Copy every line of the listing exactly.

• • • • • • •

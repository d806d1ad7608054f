"""Helpers for the command-line tests: run ``relaybench`` in-process or for real."""

from __future__ import annotations

import os
import subprocess
import sys
from pathlib import Path

from emu.cli import main

ROOT = Path(__file__).resolve().parent.parent
PROGRAMS = ROOT / "programs"
REF8_PROGRAMS = PROGRAMS / "ref8"
ACC12 = str(ROOT / "tests" / "machines" / "acc12.toml")


def cli(capsys, *argv) -> tuple[int, str, str]:
    """Run ``relaybench ARGV`` in this process: (exit status, stdout, stderr)."""
    try:
        code = main([str(a) for a in argv])
    except SystemExit as exc:
        code = exc.code
    captured = capsys.readouterr()
    return code, captured.out, captured.err


def cli_process(*argv, timeout=120, **kwargs) -> subprocess.CompletedProcess:
    """Run ``python -m emu.cli ARGV`` as a real process."""
    env = {**os.environ, "PYTHONPATH": str(ROOT)}
    return subprocess.run([sys.executable, "-m", "emu.cli", *map(str, argv)], capture_output=True,
                          text=True, timeout=timeout, env=env, **kwargs)


def write(folder: Path, name: str, text: str) -> Path:
    path = folder / name
    path.write_text(text, encoding="utf-8")
    return path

• • • • • • •

_RESPONSE AREA_.
repository d806d1ad7608054f
"""Helpers for the command-line tests: run ``relaybench`` in-process or for real."""

from __future__ import annotations

import os
import subprocess
import sys
from pathlib import Path

from emu.cli import main

ROOT = Path(__file__).resolve().parent.parent
PROGRAMS = ROOT / "programs"
REF8_PROGRAMS = PROGRAMS / "ref8"
ACC12 = str(ROOT / "tests" / "machines" / "acc12.toml")


def cli(capsys, *argv) -> tuple[int, str, str]:
    """Run ``relaybench ARGV`` in this process: (exit status, stdout, stderr)."""
    try:
        code = main([str(a) for a in argv])
    except SystemExit as exc:
        code = exc.code
    captured = capsys.readouterr()
    return code, captured.out, captured.err


def cli_process(*argv, timeout=120, **kwargs) -> subprocess.CompletedProcess:
    """Run ``python -m emu.cli ARGV`` as a real process."""
    env = {**os.environ, "PYTHONPATH": str(ROOT)}
    return subprocess.run([sys.executable, "-m", "emu.cli", *map(str, argv)], capture_output=True,
                          text=True, timeout=timeout, env=env, **kwargs)


def write(folder: Path, name: str, text: str) -> Path:
    path = folder / name
    path.write_text(text, encoding="utf-8")
    return path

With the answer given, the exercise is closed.